## What this task involves
Read the records below and copy each line that contains "lines".

## Data shown
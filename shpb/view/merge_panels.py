"""Panels of a merge: where they stand, axes of stress and of log10 rate, error bars, labels beside a panel."""

from __future__ import annotations

from collections.abc import Sequence
from typing import TYPE_CHECKING, Any, NamedTuple

import numpy as np

from shpb.arrays import FloatArray
from shpb.view.ink import FAINT, SMALL, Scale, scale
from shpb.view.merge_labels import power_of_ten, rate_words
from shpb.view.merge_pages import BOTTOM, COVERAGE, LEFT, RIGHT, TOP
from shpb.view.page import HEIGHT, WIDTH, Page

if TYPE_CHECKING:
    from matplotlib.axes import Axes


LABEL_STEP = 0.135  # from label to label beside a panel [in]
_SAMPLE = 0.26  # length of the piece of line of a label [in]
_GAP = 0.05  # between that and the words [in]
_APART = 0.08  # between the words and what follows at their right [in]


class Beside(NamedTuple):
    """One label beside a panel, wanted at ``y`` [axis units]; ``x`` is where its line ends."""

    y: float
    words: str
    line: dict[str, Any]
    x: float | None = None


class Grid(NamedTuple):
    """Panels side by side on a page: width and height of each [in], and their lower left corners."""

    width: float
    height: float
    corners: list[tuple[float, float]]


def panel_grid(count: int, most_across: int, beside_in: float) -> Grid:
    """Room for ``count`` panels with headings, axis labels and ``beside_in`` for labels at their right."""
    across = min(count, most_across if count > 4 else 2)
    down = -(-count // across)
    cell_w, cell_h = (RIGHT - LEFT) / across, (TOP - BOTTOM + 0.1) / down
    width, height = cell_w - 0.52 - beside_in - 0.05, cell_h - 0.66
    corners = [
        (LEFT + 0.52 + (k % across) * cell_w, TOP - (k // across + 1) * cell_h + 0.46) for k in range(count)
    ]
    return Grid(width, height, corners)


def decades(rates_per_s: Sequence[float] | FloatArray) -> tuple[Scale, tuple[str, ...]]:
    """Axis of log10(rate/(1/s)) that holds all rates, and the words of its ticks."""
    logs = np.log10(np.asarray(rates_per_s, dtype=float))
    room = max(0.06 * float(np.ptp(logs)), 0.12)
    low, high = float(logs.min()) - room, float(logs.max()) + room
    whole = np.arange(np.ceil(low), np.floor(high) + 1)
    if whole.size >= 3 or (whole.size == 2 and high - low > 1.5):
        ticks = whole[:: -(-whole.size // 8)]
        return Scale(low, high, tuple(ticks.tolist())), tuple(power_of_ten(int(t)) for t in ticks)
    parts = np.array([1, 2, 5] if high - low > 0.45 else [1, 1.5, 2, 3, 4, 5, 6, 7, 8, 9])
    values = (10.0 ** np.arange(np.floor(low), np.ceil(high) + 1)[:, None] * parts).ravel()
    values = values[(values >= 10**low) & (values <= 10**high)]
    words = tuple(rate_words(float(v)).removesuffix(" /s") for v in values)
    return Scale(low, high, tuple(np.log10(values).tolist())), words


def stress_scale(values_mpa: Sequence[float] | FloatArray, about: int = 6) -> Scale:
    """Axis of stresses with a little room above and below."""
    low, high = float(np.min(values_mpa)), float(np.max(values_mpa))
    room = max(0.07 * (high - low), 0.01 * abs(high), 1e-9)
    return scale(max(low - room, 0.0), high + room, about)


def error_bars(
    axes: Axes, x: FloatArray, y: FloatArray, own: FloatArray, both: FloatArray, colour: str
) -> None:
    """Own uncertainty as a thick bar, with what a rig or machine shares as a thin one with caps; k = 2."""
    axes.errorbar(x, y, yerr=COVERAGE * both, label="_both", fmt="none", ecolor=colour, elinewidth=0.6, capsize=3.0,
                  capthick=0.6, zorder=2.5)  # fmt: skip
    axes.errorbar(
        x, y, yerr=COVERAGE * own, label="_own", fmt="none", ecolor=colour, elinewidth=1.6, zorder=2.6
    )


def beside(page: Page, axes: Axes, labels: Sequence[Beside], width: float) -> None:
    """Labels to the right of a panel, each as near its line as the others allow, with a piece of the line."""
    from matplotlib.lines import Line2D

    box = axes.get_position()
    right, bottom, height = box.x1 * WIDTH, box.y0 * HEIGHT, box.height * HEIGHT
    low, high = axes.get_ylim()
    wanted = [bottom + (one.y - low) / (high - low) * height for one in labels]
    across = page.figure.transFigure
    for one, at, y in zip(labels, wanted, spread(wanted, LABEL_STEP, bottom, bottom + height), strict=True):
        x = right + 0.16
        if one.x is not None:
            axes.plot([one.x, axes.get_xlim()[1]], [one.y, one.y], label="_to label", color=FAINT, linewidth=0.4,
                      zorder=0.6)  # fmt: skip
        for xs, ys, style in (
            ((right, x - 0.03), (at, y), {"color": FAINT, "linewidth": 0.4}),
            ((x, x + _SAMPLE), (y, y), one.line),
        ):
            page.figure.add_artist(
                Line2D([v / WIDTH for v in xs], [v / HEIGHT for v in ys], transform=across, **style)
            )
        start = x + _SAMPLE + _GAP
        words = page.fitted(one.words, SMALL, right + width - start - _APART)
        page.text(start, y - 0.3 * SMALL / 72, words, fontsize=SMALL)


def spread(wanted: Sequence[float], step: float, low: float, high: float) -> list[float]:
    """Places at least ``step`` apart between ``low`` and ``high``, as near the wanted ones as can be.

    Least squares under an order: pools of neighbours that would collide move together (pool adjacent violators,
    M. Ayer et al., Ann. Math. Stat. 26 (1955) 641-647). Where there is no room for all, they run over the lower end.
    """
    order = np.argsort(wanted, kind="stable")
    pools: list[list[float]] = []  # mean, size
    for place, i in enumerate(order):
        pools.append([wanted[i] - place * step, 1.0])
        while len(pools) > 1 and pools[-2][0] >= pools[-1][0]:
            mean, size = pools.pop()
            pools[-1] = [
                (pools[-1][0] * pools[-1][1] + mean * size) / (pools[-1][1] + size),
                pools[-1][1] + size,
            ]
    flat = np.concatenate([np.full(int(size), mean) for mean, size in pools]) if pools else np.empty(0)
    flat = np.minimum(np.maximum(flat, low), high - (len(wanted) - 1) * step)
    found = np.empty(len(wanted))
    found[order] = flat + step * np.arange(len(wanted))
    return [float(v) for v in found]
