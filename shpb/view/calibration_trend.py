"""The history of a rig in words and for other programs: each calibrated value over time, and every step of it."""

from __future__ import annotations

from collections.abc import Sequence
from typing import Any

from shpb.calibrate.history import Drift, Trend
from shpb.quantity import Quantity
from shpb.rig.calibration import Calibration
from shpb.view.digits import to_uncertainty, uncertainty
from shpb.view.summary import head
from shpb.view.text import printable, wrapped

DRIFTED = 2.5  # a step beyond so many joint standard uncertainties is worth a line of its own
_MM = {"m": (1e3, "mm")}


def shown_value(trend: Trend, value: Quantity) -> tuple[str, str, str]:
    """Value, standard uncertainty and unit as people read them."""
    factor, unit = _MM.get(trend.unit, (1.0, trend.unit))
    u = None if value.u is None else value.u * factor
    return to_uncertainty(value * factor, u), uncertainty(u), unit


def trend_text(rig: str, trends: Sequence[Trend], width: int = 80) -> str:
    """One table: a line for each value at each calibration, with its step from the one before."""
    dates = sorted({point.date for trend in trends for point in trend.points})
    times = "once" if len(dates) == 1 else f"{len(dates)} times, {dates[0]} to {dates[-1]}"
    lines = wrapped(f"{printable(rig)}: calibrated {times}", width, first="HISTORY  ", rest="         ")
    lines += ["", f"{'':<12}{'value':>12} {'u':>9} {'unit':<5}{'step':>9}  {'in joint u':>10}"]
    for trend in trends:
        lines.append(printable(trend.name))
        steps: list[Drift | None] = [None, *trend.drifts]
        for point, step in zip(trend.points, steps, strict=True):
            value, u, unit = shown_value(trend, point.value)
            line = f"  {point.date:<10}{value:>12} {u:>9} {unit:<5}"
            lines.append((line + step_words(step)).rstrip())
            if step is not None and step.changed:
                changed = ", ".join(map(printable, step.changed))
                lines += wrapped(f"changed in the rig file before it: {changed}", width, first="    ")
    lines += ["", *wrapped(_closing(trends), width)]
    return "\n".join(lines)


def step_words(step: Drift | None) -> str:
    """Relative step and its size in joint standard uncertainties."""
    if step is None:
        return ""
    in_u = "" if step.in_u is None else f"{step.in_u:+.1f}"
    return f"{100 * step.relative:+8.2f}%  {in_u:>10}"


def _closing(trends: Sequence[Trend]) -> str:
    large = [
        f"{printable(trend.name)} on {step.later.date}"
        for trend in trends
        for step in trend.drifts
        if step.in_u is not None and abs(step.in_u) > DRIFTED and not step.changed
    ]
    if not large:
        return (
            f"No step is larger than {DRIFTED:g} joint standard uncertainties where the rig stood as it was."
        )
    return (
        f"Larger than {DRIFTED:g} joint standard uncertainties, with nothing changed in the rig file: "
        f"{'; '.join(large)}. Look for the cause before the next shots: a gauge that lets go, "
        "a bar that was exchanged, a gain knob."
    )


def trend_json(rig: str, calibrations: Sequence[Calibration], trends: Sequence[Trend]) -> dict[str, Any]:
    """The same for other programs, in SI."""
    return {
        **head("shpb calibration history"),
        "rig": rig,
        "calibrations": [{"name": one.name, "date": one.date, "sha256": one.sha256} for one in calibrations],
        "values": [
            {
                "name": trend.name,
                "unit": trend.unit,
                "points": [
                    {"calibration": p.calibration, "date": p.date, "value": float(p.value), "u": p.value.u}
                    for p in trend.points
                ],
                "steps": [
                    {
                        "from": s.earlier.date,
                        "to": s.later.date,
                        "relative": s.relative,
                        "in_joint_u": s.in_u,
                        "changed_in_rig_file": list(s.changed),
                    }
                    for s in trend.drifts
                ],
                "scatter": trend.scatter,
            }
            for trend in trends
        ],
    }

## Expected answer
    from matplotlib.lines import Line2D
    lines = wrapped(f"{printable(rig)}: calibrated {times}", width, first="HISTORY  ", rest="         ")
    lines += ["", f"{'':<12}{'value':>12} {'u':>9} {'unit':<5}{'step':>9}  {'in joint u':>10}"]
        lines.append(printable(trend.name))
            lines.append((line + step_words(step)).rstrip())
                lines += wrapped(f"changed in the rig file before it: {changed}", width, first="    ")
    lines += ["", *wrapped(_closing(trends), width)]
    return "\n".join(lines)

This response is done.